[The task]:
Beginning with the first line, please repeat the entries exactly and end on the line that contains "property, SI units.</param>".

[Data to examine]:
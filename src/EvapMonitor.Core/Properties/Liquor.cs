namespace EvapMonitor.Core.Properties;

/// <summary>A property of a liquor with the standard uncertainty of its correlation.</summary>
/// <param name="Value">The property, SI units.</param>
/// <param name="Standard">Standard uncertainty of the correlation itself, same unit: systematic, no averaging shrinks it.</param>
/// <param name="Extrapolated">True outside the range that the publication states.</param>
public readonly record struct PropertyValue(double Value, double Standard, bool Extrapolated);

/// <summary>
/// The properties of one liquor as functions of dissolved solids (mass fraction, 0 to 1) and temperature (K).
/// Outside its published range a correlation still answers and says so; it never throws for solids in 0 to 1 and temperatures in 273.15 to 473.15 K.
/// </summary>
public abstract class Liquor
{
    /// <summary>The name in the plant file, or the kind where it has none.</summary>
    public required string Name { get; init; }

    /// <summary>Boiling-point elevation, K.</summary>
    /// <param name="solids">Mass fraction of dissolved solids.</param>
    /// <param name="waterBoilingPoint">Boiling temperature of water at the vapour pressure, K.</param>
    public abstract PropertyValue BoilingPointElevation(double solids, double waterBoilingPoint);

    /// <summary>Specific heat capacity at constant pressure, J/(kg·K).</summary>
    public abstract PropertyValue HeatCapacity(double solids, double temperature);

    /// <summary>
    /// Specific enthalpy, J/kg, on the steam tables' datum: h(x,T) = h′(T) + ∫ from 0 °C to T of [cp(x) − cp(0)] dT + h_mixing(x), so that x = 0 is exactly the steam tables.
    /// </summary>
    public abstract double Enthalpy(double solids, double temperature);

    /// <summary>Density, kg/m³.</summary>
    public abstract PropertyValue Density(double solids, double temperature);

    /// <summary>∂h/∂x at constant temperature, J/kg: central difference where a liquor knows no better.</summary>
    public virtual double EnthalpyBySolids(double solids, double temperature)
    {
        (double low, double high) = Around(solids);
        return (Enthalpy(high, temperature) - Enthalpy(low, temperature)) / (high - low);
    }

    /// <summary>∂h/∂T at constant solids, J/(kg·K): central difference where a liquor knows no better.</summary>
    public virtual double EnthalpyByTemperature(double solids, double temperature) =>
        (Enthalpy(solids, temperature + KelvinStep) - Enthalpy(solids, temperature - KelvinStep)) / (2 * KelvinStep);

    /// <summary>Slopes of the boiling-point elevation and of its standard uncertainty, by solids (K) and by the boiling temperature of water (K/K).</summary>
    public virtual (double BySolids, double ByTemperature, double StandardBySolids, double StandardByTemperature) ElevationSlopes(
        double solids, double waterBoilingPoint)
    {
        (double low, double high) = Around(solids);
        PropertyValue thin = BoilingPointElevation(low, waterBoilingPoint), thick = BoilingPointElevation(high, waterBoilingPoint);
        PropertyValue cold = BoilingPointElevation(solids, waterBoilingPoint - KelvinStep), hot = BoilingPointElevation(solids, waterBoilingPoint + KelvinStep);
        return ((thick.Value - thin.Value) / (high - low), (hot.Value - cold.Value) / (2 * KelvinStep),
            (thick.Standard - thin.Standard) / (high - low), (hot.Standard - cold.Standard) / (2 * KelvinStep));
    }

    // Steps large enough for sixteen digits, small against the curvature of any correlation used here.
    private const double SolidsStep = 1e-5, KelvinStep = 5e-3;

    private static (double Low, double High) Around(double solids) =>
        (double.Clamp(solids - SolidsStep, 0, 1 - (2 * SolidsStep)), double.Clamp(solids + SolidsStep, 2 * SolidsStep, 1));
}
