namespace EvapMonitor.Core.Properties;

/// <summary>Water: the steam tables alone. Solids are ignored; a water run boils without elevation whatever the meter says.</summary>
public sealed class Water : Liquor
{
    /// <inheritdoc/>
    public override PropertyValue BoilingPointElevation(double solids, double waterBoilingPoint) => new(0, 0, false);

    /// <inheritdoc/>
    /// <remarks>Standard uncertainty 0.1 % (R7-97(2012), section 12; figure from memory).</remarks>
    public override PropertyValue HeatCapacity(double solids, double temperature)
    {
        var value = WaterReference.HeatCapacity(temperature);
        return new PropertyValue(value, 0.001 * value, false);
    }

    /// <inheritdoc/>
    public override double Enthalpy(double solids, double temperature) => WaterReference.Enthalpy(temperature);

    /// <inheritdoc/>
    /// <remarks>Standard uncertainty 0.01 % (R7-97(2012), section 12; figure from memory).</remarks>
    public override PropertyValue Density(double solids, double temperature)
    {
        var value = WaterReference.Density(temperature);
        return new PropertyValue(value, 1e-4 * value, false);
    }

    /// <inheritdoc/>
    public override double EnthalpyBySolids(double solids, double temperature) => 0;

    /// <inheritdoc/>
    public override double EnthalpyByTemperature(double solids, double temperature) => WaterReference.EnthalpySlope(temperature);

    /// <inheritdoc/>
    public override (double BySolids, double ByTemperature, double StandardBySolids, double StandardByTemperature) ElevationSlopes(
        double solids, double waterBoilingPoint) => default;
}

[Task output]:
filename src/EvapMonitor.Core/Properties/Liquor.cs
namespace EvapMonitor.Core.Properties;

/// <summary>A property of a liquor with the standard uncertainty of its correlation.</summary>
/// <param name="Value">The property, SI units.</param>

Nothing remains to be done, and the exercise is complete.